Tras los globos-sonda vendrán los ajustes
Economía
Cuando España tenía gobiernos serios y el país, en buena lógica, progresaba, hasta convertirse en una economía desarrollada, lo habitual era que solo hablase de economía el vicepresidente del ramo, mientras los demás daban tabaco. A lo sumo, el presidente del Gobierno comparecía de vez en cuando para exponer grandes líneas sin bajar a los detalles. Hoy habla de economía cualquier ministro, lo cual da pie a que se contradigan. Algunos hablan porque tampoco tienen mucho más que hacer y en algo deben entretenerse. Es lo propio de un gobierno con decenas de ministros, la mayor parte de los cuales no tienen competencias o las tienen compartidas.
Este ejecutivo con 22 miembros –contando a Sánchez, 23– practica ahora el nefasto deporte político del globo-sonda, lo cual puede ser tolerable en ocasiones puntuales, en un contexto de bonanza, pero no en un país a la deriva, en gran parte debido a la crisis sanitaria pero que ya tenía problemas –y graves– mucho antes.
Los ministros se dedican, pues, a hablar del salario de los funcionarios, las pensiones, los remanentes de los ayuntamientos o los ERTEs con la misma frivolidad que se habla de los famosos en las peluquerías. No hay orden ni concierto, ni hay un presidente que los ponga a andar ni una vicepresidencia económica de ordeno y mando, que sería lo propio en un momento tan crítico. Pero tal vez ellos mismos, con sus nóminas aseguradas, no son siquiera conscientes de cómo sigue funcionando España, que es casi un milagro pero que tiene su explicación. La caída del PIB ha convertido las cuentas públicas en un coladero, de modo que los ingresos no cubren ni de lejos los gastos. Nada nuevo, porque España lleva años y años viviendo del déficit público –léase incrementando la deuda–, pero sí algo agravado, fuera de control.
Si España no ha hecho crack es porque existe el Banco Central Europeo, que compra una deuda que los mercados no hubieran absorbido de ser España un país ajeno a la eurozona. Pero esto, que algunos piensan que sale gratis, tiene un límite: la deuda pública no puede seguir creciendo. Por eso van a empezar los problemas y por eso mismo hay tantos globos-sonda con las ocurrencias de cada ministro.

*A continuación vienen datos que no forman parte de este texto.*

/**
 * Massive scalar at a = 0: the Teukolsky-type route (@penumbra/flux, radial
 * equation with −μ²r², far series in the long-range phase) against the
 * independent real-potential solver (@penumbra/regge-wheeler, V = f[l(l+1)/r²
 * + 2M/r³ + μ²], its own series; the two share no numerical code).
 */
import { describe, expect, it } from 'vitest';
import { greybody } from '@penumbra/flux';
import { schwarzschildGreybody } from '@penumbra/regge-wheeler';

const CASES: [number, number, number][] = [
  // l, Mω, Mμ: near threshold (v ≈ 0.14), moderate, high l, ω ≫ μ
  [0, 0.1, 0.099],
  [0, 0.3, 0.2],
  [1, 0.4, 0.3],
  [2, 0.6, 0.5],
  [3, 1.0, 0.4],
  [1, 1.2, 0.05],
];

describe('massive scalar: Teukolsky-type route against the Regge–Wheeler-type solver at a = 0', () => {
  it(`agrees on Γ to 1e-9 relative and on the reflection to 1e-9 for ${CASES.length} modes from near threshold to ω ≫ μ`, () => {
    for (const [l, omega, mu] of CASES) {
      const t = greybody({ hole: { a: 0 }, mode: { field: { spin: 0, mass: mu }, l, m: 0 }, omega }, { tol: 1e-10 });
      const r = schwarzschildGreybody({ field: { spin: 0, mass: mu }, l, omega });
      const where = `l=${l} Mω=${omega} Mμ=${mu}`;
      expect(Math.abs(t.gamma / r.gamma - 1), where).toBeLessThan(1e-9);
      expect(Math.abs(t.reflection - r.reflection), where).toBeLessThan(1e-9);
    }
  });
});
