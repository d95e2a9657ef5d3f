/**
 * Every InputError a public function throws names a parameter the caller
 * wrote. The walk: start from a valid call of each public function, replace
 * one leaf of its arguments at a time by a bad value (NaN, a string, null, an
 * out-of-range number), and check that any InputError names that argument
 * path — `omega`, `mode.l`, `problem.c`, `options.tol`, `values[2]` — with or
 * without the function's own parameter name in front. Never `lambda`, `x` or
 * another quantity the caller did not write.
 */
import { describe, expect, test } from 'vitest';
import * as core from '@penumbra/core';
import * as kerr from '@penumbra/kerr';
import * as spheroidal from '@penumbra/spheroidal';
import * as flux from '@penumbra/flux';
import * as rw from '@penumbra/regge-wheeler';
import * as emission from '@penumbra/emission';
import * as plot from '@penumbra/plot';

type Fn = (...args: unknown[]) => unknown;
const hole = kerr.kerrHole({ a: 0.5 });
const fns = emission.pageFunctions({ table: emission.bundledPageTable() });
const rates = emission.massLossRates({ species: [{ name: 'photon', spin: 1, dof: 2, massGeV: 0 }] });

/** A valid call of each public function: [name, function, parameter names, arguments]. */
const CALLS: [string, Fn, string[], unknown[]][] = [
  ['linearGrid', core.linearGrid as Fn, ['from', 'to', 'count'], [0, 1, 3]],
  ['logGrid', core.logGrid as Fn, ['from', 'to', 'count'], [0.1, 1, 3]],
  ['gridValues', core.gridValues as Fn, ['grid'], [{ spacing: 'log', from: 0.1, to: 1, count: 3 }]],
  ['validateHole', core.validateHole as Fn, ['hole'], [{ a: 0.5, mass: 1 }]],
  ['validateMode', core.validateMode as Fn, ['mode'], [{ field: { spin: 1 }, l: 2, m: 1 }]],
  ['validateTolerance', core.validateTolerance as Fn, ['tol'], [1e-6]],
  ['toCsv', core.toCsv as Fn, ['table'], [{ columns: [{ name: 'x', unit: '1' }], rows: [[1]] }]],
  ['geometricTailBound', core.geometricTailBound as Fn, ['last', 'prev', 'what'], [0.1, 1, 'sum']],
  [
    'sumLShells',
    core.sumLShells as Fn,
    ['lFirst', 'rule', 'shell'],
    [0, { lCut: 1, tol: 1e-3, maxL: 30 }, (l: number) => 2 ** -l],
  ],
  ['kerrHole', kerr.kerrHole as Fn, ['hole'], [{ a: 0.5, mass: 2 }]],
  ['tortoise', kerr.tortoise as Fn, ['hole', 'r'], [hole, 3]],
  ['tortoiseDerivative', kerr.tortoiseDerivative as Fn, ['hole', 'r'], [hole, 3]],
  ['delta', kerr.delta as Fn, ['hole', 'r'], [hole, 3]],
  ['invertTortoise', kerr.invertTortoise as Fn, ['hole', 'rStar'], [hole, 3]],
  ['physicalBackground', kerr.physicalBackground as Fn, ['hole', 'mass', 'unit'], [hole, 1e15, 'g']],
  ['unitScales', kerr.unitScales as Fn, ['massKg'], [1e12]],
  [
    'spheroidalEigenvalue',
    spheroidal.spheroidalEigenvalue as Fn,
    ['problem', 'options'],
    [{ s: -2, l: 2, m: 1, c: 0.5 }, { leaver: 'off' }],
  ],
  [
    'spheroidalEigenvalueComplex',
    spheroidal.spheroidalEigenvalueComplex as Fn,
    ['problem'],
    [{ s: 0, l: 1, m: 0, c: { re: 1, im: 0.2 } }],
  ],
  ['sphericalEigenvalue', spheroidal.sphericalEigenvalue as Fn, ['s', 'l'], [-1, 2]],
  ['smallCSeries', spheroidal.smallCSeries as Fn, ['s', 'l', 'm'], [-1, 2, 1]],
  ['radialSeparationConstant', spheroidal.radialSeparationConstant as Fn, ['A', 'a', 'omega', 'm'], [4, 0.5, 0.2, 1]],
  [
    'greybody',
    flux.greybody as Fn,
    ['problem', 'options'],
    [{ hole: { a: 0.5 }, mode: { field: { spin: 1 }, l: 1, m: 1 }, omega: 0.3 }, { tol: 1e-4 }],
  ],
  [
    'lowFrequencyGreybody',
    flux.lowFrequencyGreybody as Fn,
    ['problem'],
    [{ hole: { a: 0.5 }, mode: { field: { spin: 0 }, l: 0, m: 0 }, omega: 0.01 }],
  ],
  [
    'absorptionCrossSection',
    flux.absorptionCrossSection as Fn,
    ['problem', 'options'],
    [{ hole: { a: 0 }, field: { spin: 0 }, omega: 0.05 }, { tol: 1e-2 }],
  ],
  ['horizonFactor', flux.horizonFactor as Fn, ['s', 'hole', 'omega', 'k'], [1, hole, 0.3, 0.1]],
  [
    'schwarzschildGreybody',
    rw.schwarzschildGreybody as Fn,
    ['problem', 'options'],
    [{ field: { spin: 0 }, l: 0, omega: 0.2 }, { tol: 1e-4 }],
  ],
  [
    'evolveHole',
    emission.evolveHole as Fn,
    ['problem', 'options'],
    [
      { functions: fns, aStar0: 0.5 },
      { odeTol: 1e-6, aStarThresholds: [0.1] },
    ],
  ],
  ['evolutionTimeUnitSeconds', emission.evolutionTimeUnitSeconds as Fn, ['mass', 'unit'], [1e15, 'g']],
  [
    'massLossRates',
    emission.massLossRates as Fn,
    ['problem'],
    [{ species: [{ name: 'electron', spin: 0.5, dof: 4, massGeV: 0.000511 }] }],
  ],
  [
    'evaporateHole',
    emission.evaporateHole as Fn,
    ['problem', 'options'],
    [
      { rates, mass: 1e15, unit: 'g', aStar0: 0.5 },
      { odeTol: 1e-6, aStarThresholds: [0.1], finalSeconds: [1] },
    ],
  ],
  ['massForLifetime', emission.massForLifetime as Fn, ['problem'], [{ rates, seconds: 1e10, aStar0: 0 }]],
  [
    'toPhysicalRates',
    emission.toPhysicalRates as Fn,
    ['rates', 'mass', 'unit'],
    [{ numberRate: 1e-3, power: 1e-5, torque: 0 }, 1e15, 'g'],
  ],
  ['toPhysicalSpectrum', emission.toPhysicalSpectrum as Fn, ['point', 'mass', 'unit'], [{ omega: 0.1, number: 1e-3 }, 1e15, 'g']],
  ['resolveContent', emission.resolveContent as Fn, ['content'], [['photon', { name: 'axion', spin: 0, dof: 1 }]]],
  ['autoScale', plot.autoScale as Fn, ['values', 'minSpan'], [[1, 10, 1000], 100]],
  ['axisTitle', plot.axisTitle as Fn, ['axis'], [{ title: 'ω', unit: '1/M' }]],
];

const BAD: unknown[] = [Number.NaN, 'x', null, -1e300];

/** Every leaf path of a value: 'a', 'mode.field.spin', 'values[1]'. Functions and class instances are leaves. */
function leaves(value: unknown, path: string, out: Map<string, unknown>, depth = 0): Map<string, unknown> {
  const plain =
    typeof value === 'object' && value !== null && (Array.isArray(value) || Object.getPrototypeOf(value) === Object.prototype);
  if (!plain || depth > 4 || (Array.isArray(value) && value.length === 0)) {
    out.set(path, value);
    return out;
  }
  for (const [key, v] of Object.entries(value as object)) {
    leaves(v, Array.isArray(value) ? `${path}[${key}]` : path ? `${path}.${key}` : key, out, depth + 1);
  }
  return out;
}

/** args with the value at `path` (relative to argument `i`) replaced. */
function replaced(args: unknown[], i: number, path: string, bad: unknown): unknown[] {
  const copy = structuredClone(args.map((a) => (typeof a === 'function' || (a as { f?: unknown })?.f ? undefined : a)));
  args.forEach((a, j) => {
    if (copy[j] === undefined) copy[j] = a;
  });
  if (path === '') {
    copy[i] = bad;
    return copy;
  }
  const keys = path.split(/\.|\[|\]/).filter(Boolean);
  let target = copy[i] as Record<string, unknown>;
  for (const key of keys.slice(0, -1)) target = target[key] as Record<string, unknown>;
  target[keys[keys.length - 1]] = bad;
  return copy;
}

describe('an InputError names a parameter the caller wrote', () => {
  test.each(CALLS.map((c) => [c[0], c] as const))(
    '%s: each argument leaf replaced by NaN, a string, null or -1e300 is refused naming that path (or it returns)',
    (_name, [name, f, params, args]) => {
      expect(() => f(...args), `${name} must accept its valid call`).not.toThrow();
      const wrong: string[] = [];
      for (const [i, arg] of args.entries()) {
        const paths = [...leaves(arg, '', new Map()).keys()];
        const allowedPaths = new Set<string>([
          params[i],
          ...paths.flatMap((p) => (p ? [p, `${params[i]}.${p}`, `${params[i]}${p}`] : [])),
        ]);
        // a path that leads to a leaf is the caller's too (problem.mode when mode.l is bad)
        for (const p of [...allowedPaths]) {
          const parts = p.split('.');
          for (let k = 1; k < parts.length; k++) allowedPaths.add(parts.slice(0, k).join('.'));
        }
        for (const path of paths) {
          for (const bad of BAD) {
            try {
              f(...replaced(args, i, path, bad));
            } catch (error) {
              if (!(error instanceof core.InputError)) continue;
              const named = error.parameter.replace(/\[\d+\]$/, (m) => m);
              if (!allowedPaths.has(named))
                wrong.push(`${params[i]}${path ? `.${path}` : ''} = ${String(bad)} → '${error.parameter}'`);
            }
          }
        }
      }
      expect(wrong).toEqual([]);
    },
  );
});
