// Cost of penumbra's greybody factors at the 1e-8 target (the default):
//  1. median time and RHS evaluations per mode over s ∈ {0, 1/2, 1, 2}, l ≤ 6,
//     all m, a ∈ {0, 0.7, 0.99} and 40 log-spaced frequencies in [0.01, 3]/M;
//     a seeded uniform sample if the full set would exceed the time budget;
//  2. growth of the cost with Mω up to 20 and with l up to 50.
// Run with `npm run bench` (builds first). Results: bench/results/cost-<date>.json.
import os from 'node:os';
import { FIELD_SPINS } from '@penumbra/core';
import { greybody } from '@penumbra/flux';
import { clearSpheroidalCache } from '@penumbra/spheroidal';
import { fmt, maximum, median, relDiff, table, writeResult } from './lib.mjs';

/** A bench mode record { spin, l, m, a, omega } as a greybody problem. */
const asProblem = (x) => ({ hole: { a: x.a }, mode: { field: { spin: x.spin }, l: x.l, m: x.m }, omega: x.omega });

const TOL = 1e-8;
const BUDGET_SECONDS = Number(process.env.PENUMBRA_COST_BUDGET ?? 150);
const SEED = 20240607;
const SPINS = FIELD_SPINS;
const SPIN_PARAMETERS = [0, 0.7, 0.99];
const OMEGAS = Array.from({ length: 40 }, (_, i) => 0.01 * Math.pow(300, i / 39));

function coverageSet() {
  const modes = [];
  for (const spin of SPINS) {
    for (let l = spin; l <= 6; l++) {
      for (let m = -l; m <= l; m++) {
        for (const a of SPIN_PARAMETERS) {
          for (const omega of OMEGAS) modes.push({ spin, l, m, a, omega });
        }
      }
    }
  }
  return modes;
}

/** Deterministic pseudo-random numbers (mulberry32) for a reproducible sample. */
function rng(seed) {
  let t = seed >>> 0;
  return () => {
    t = (t + 0x6d2b79f5) >>> 0;
    let x = Math.imul(t ^ (t >>> 15), 1 | t);
    x = (x + Math.imul(x ^ (x >>> 7), 61 | x)) ^ x;
    return ((x ^ (x >>> 14)) >>> 0) / 4294967296;
  };
}

function sample(list, size, seed) {
  const random = rng(seed);
  const copy = list.map((x, i) => ({ x, i, key: random() }));
  copy.sort((p, q) => p.key - q.key);
  // keep the natural order (frequency ascending within a mode) among the chosen
  return copy
    .slice(0, size)
    .sort((p, q) => p.i - q.i)
    .map((p) => p.x);
}

function solveTimed(mode) {
  const t0 = performance.now();
  try {
    const r = greybody(asProblem(mode), { tol: TOL });
    return {
      ok: true,
      ms: performance.now() - t0,
      rhs: r.diagnostics.rhsEvaluations,
      relError: r.relError,
      residual: r.residual,
      gamma: r.gamma,
    };
  } catch (e) {
    return { ok: false, ms: performance.now() - t0, error: `${e.name}: ${e.message}` };
  }
}

function coverage() {
  const all = coverageSet();
  // warm-up on a small spread of modes, then estimate the cost of the full set
  const probe = sample(all, 400, SEED + 1);
  for (const mode of probe) solveTimed(mode);
  const t0 = performance.now();
  for (const mode of probe) solveTimed(mode);
  const perMode = (performance.now() - t0) / probe.length;
  const estimate = (perMode * all.length) / 1e3;
  const full = estimate <= BUDGET_SECONDS;
  const chosen = full ? all : sample(all, Math.max(500, Math.floor((BUDGET_SECONDS * 1e3) / perMode)), SEED);
  const how = full
    ? `full set (${all.length} modes; estimated ${fmt(estimate)} s)`
    : `seeded uniform sample of ${chosen.length} of ${all.length} modes (mulberry32 seed ${SEED}); the full set was estimated at ${fmt(estimate)} s against a budget of ${BUDGET_SECONDS} s`;
  console.log(
    `coverage set: ${how}; frequencies taken in ascending order per mode (the spheroidal continuation cache is used as in a spectrum scan)`,
  );

  clearSpheroidalCache();
  const started = performance.now();
  const results = chosen.map((mode) => ({ ...mode, ...solveTimed(mode) }));
  const seconds = (performance.now() - started) / 1e3;

  // achieved accuracy on a subsample, against tol 1e-12
  const check = sample(
    results.filter((r) => r.ok),
    200,
    SEED + 2,
  ).map((r) => {
    const ref = greybody(asProblem(r), { tol: 1e-12, reflection: false }).gamma;
    return { ...r, reference: ref, achieved: relDiff(r.gamma, ref) };
  });

  const rows = [];
  const bySpin = [];
  for (const spin of SPINS) {
    const set = results.filter((r) => r.spin === spin);
    const ok = set.filter((r) => r.ok);
    const acc = check.filter((r) => r.spin === spin);
    const s = {
      spin,
      modes: set.length,
      failures: set.length - ok.length,
      medianMs: median(ok.map((r) => r.ms)),
      p90Ms: ok.length ? ok.map((r) => r.ms).sort((x, y) => x - y)[Math.floor(0.9 * (ok.length - 1))] : Number.NaN,
      medianRhsEvaluations: median(ok.map((r) => r.rhs)),
      maxReportedRelError: maximum(ok.map((r) => r.relError)),
      maxResidual: maximum(ok.map((r) => r.residual)),
      accuracyChecked: acc.length,
      maxAchievedRelError: maximum(acc.map((r) => r.achieved)),
      medianAchievedRelError: median(acc.map((r) => r.achieved)),
    };
    bySpin.push(s);
    rows.push([
      spin,
      s.modes,
      s.failures,
      fmt(s.medianMs),
      fmt(s.p90Ms),
      Math.round(s.medianRhsEvaluations),
      fmt(s.maxReportedRelError),
      fmt(s.maxResidual),
      `${fmt(s.medianAchievedRelError)} / ${fmt(s.maxAchievedRelError)} (${s.accuracyChecked})`,
    ]);
  }
  console.log(
    table(
      [
        'spin',
        'modes',
        'failed',
        'median ms',
        'p90 ms',
        'median RHS evals',
        'max est. error',
        'max |Γ+R−1|',
        'achieved median / max (n checked)',
      ],
      rows,
    ),
  );
  console.log(`total ${fmt(seconds)} s for ${results.length} modes`);
  return {
    how,
    full,
    totalModes: all.length,
    timedModes: results.length,
    seconds,
    frequencies: OMEGAS,
    bySpin,
    failures: results.filter((r) => !r.ok).map(({ spin, l, m, a, omega, error }) => ({ spin, l, m, a, omega, error })),
  };
}

function growthPoint(mode) {
  const r = greybody(asProblem(mode), { tol: TOL });
  // median of single solves (eigenvalue cache cleared): robust on a shared machine
  const ms = median(
    Array.from({ length: 7 }, () => {
      clearSpheroidalCache();
      const t0 = performance.now();
      greybody(asProblem(mode), { tol: TOL });
      return performance.now() - t0;
    }),
  );
  return {
    ...mode,
    gamma: r.gamma,
    relError: r.relError,
    rhsEvaluations: r.diagnostics.rhsEvaluations,
    steps: r.diagnostics.steps,
    matchRadius: r.diagnostics.matchRadius,
    ms,
  };
}

function growth() {
  const omegas = [0.01, 0.03, 0.1, 0.3, 1, 3, 10, 20];
  const withOmega = [];
  for (const spin of SPINS) {
    const l = spin === 0.5 ? 2.5 : 2;
    const m = spin === 0.5 ? 0.5 : 1;
    for (const omega of omegas) withOmega.push(growthPoint({ spin, l, m, a: 0.7, omega }));
  }
  console.log(
    '\ncost against Mω (l = 2 (5/2 for s = 1/2), m = 1 (1/2), a = 0.7; eigenvalue solve included): ms / RHS evaluations',
  );
  console.log(
    table(
      ['spin', ...omegas.map((w) => `Mω=${w}`)],
      SPINS.map((spin) => [spin, ...withOmega.filter((r) => r.spin === spin).map((r) => `${fmt(r.ms)} / ${r.rhsEvaluations}`)]),
    ),
  );

  const ls = [2, 5, 10, 20, 30, 40, 50];
  const withL = [];
  for (const omega of [1, 10]) {
    for (const spin of [0, 2]) {
      for (const l of ls) withL.push(growthPoint({ spin, l, m: 0, a: 0.7, omega }));
    }
  }
  console.log('\ncost against l (m = 0, a = 0.7; eigenvalue solve included): ms / RHS evaluations');
  console.log(
    table(
      ['spin, Mω', ...ls.map((l) => `l=${l}`)],
      [0, 2].flatMap((spin) =>
        [1, 10].map((omega) => [
          `s=${spin}, Mω=${omega}`,
          ...withL.filter((r) => r.spin === spin && r.omega === omega).map((r) => `${fmt(r.ms)} / ${r.rhsEvaluations}`),
        ]),
      ),
    ),
  );
  return { withOmega, withL };
}

function main() {
  const cpus = os.cpus();
  console.log(
    `cost benchmark at tol ${TOL}; node ${process.version}; ${cpus[0]?.model ?? 'cpu'} × ${cpus.length}; load average ${os
      .loadavg()
      .map((x) => x.toFixed(1))
      .join(' ')}`,
  );
  const cov = coverage();
  const gr = growth();
  const path = writeResult('cost', {
    date: new Date().toISOString(),
    node: process.version,
    cpu: cpus[0]?.model,
    cpus: cpus.length,
    loadAverage: os.loadavg(),
    tol: TOL,
    coverage: cov,
    growth: gr,
  });
  console.log(`\nresults: ${path}`);
}

main();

El denominador común final no se distanciará mucho de un ajuste de los gastos y de un aumento de los impuestos. Traducido: vienen curvas. Pero como aquí no hay un gobierno con mayúsculas, no se le habla claro a la gente. Entre que los populistas parecen querer revivir los discursos peronistas, que algunos socialistas se ponen a rueda y que otros se sienten acomplejados, nadie admite que hay que tomar medidas drásticas. Y no solo eso. Como ningún político sensato sería tan reduccionista, alguien –el presidente, por ejemplo– debería estar describiendo un nuevo horizonte, una nueva frontera. Fue lo que hicieron presidentes como Suárez, González y Aznar. Cada uno con su ideología, cada uno con su estilo pero todos ellos con un proyecto claro.
Casualidades o no, a España le tocaron los peores presidentes en los peores momentos de su historia reciente, lo cual es una desgracia como otra cualquiera. Es posible que haya gente que considere injusto atribuirle semejante calificativo a Sánchez, al tener que gestionar una pandemia y una crisis de caballo en minoría. Pero eso también tiene solución: volver a las urnas o hacer un Gobierno de concentración. Cualquier cosa menos seguir a la deriva.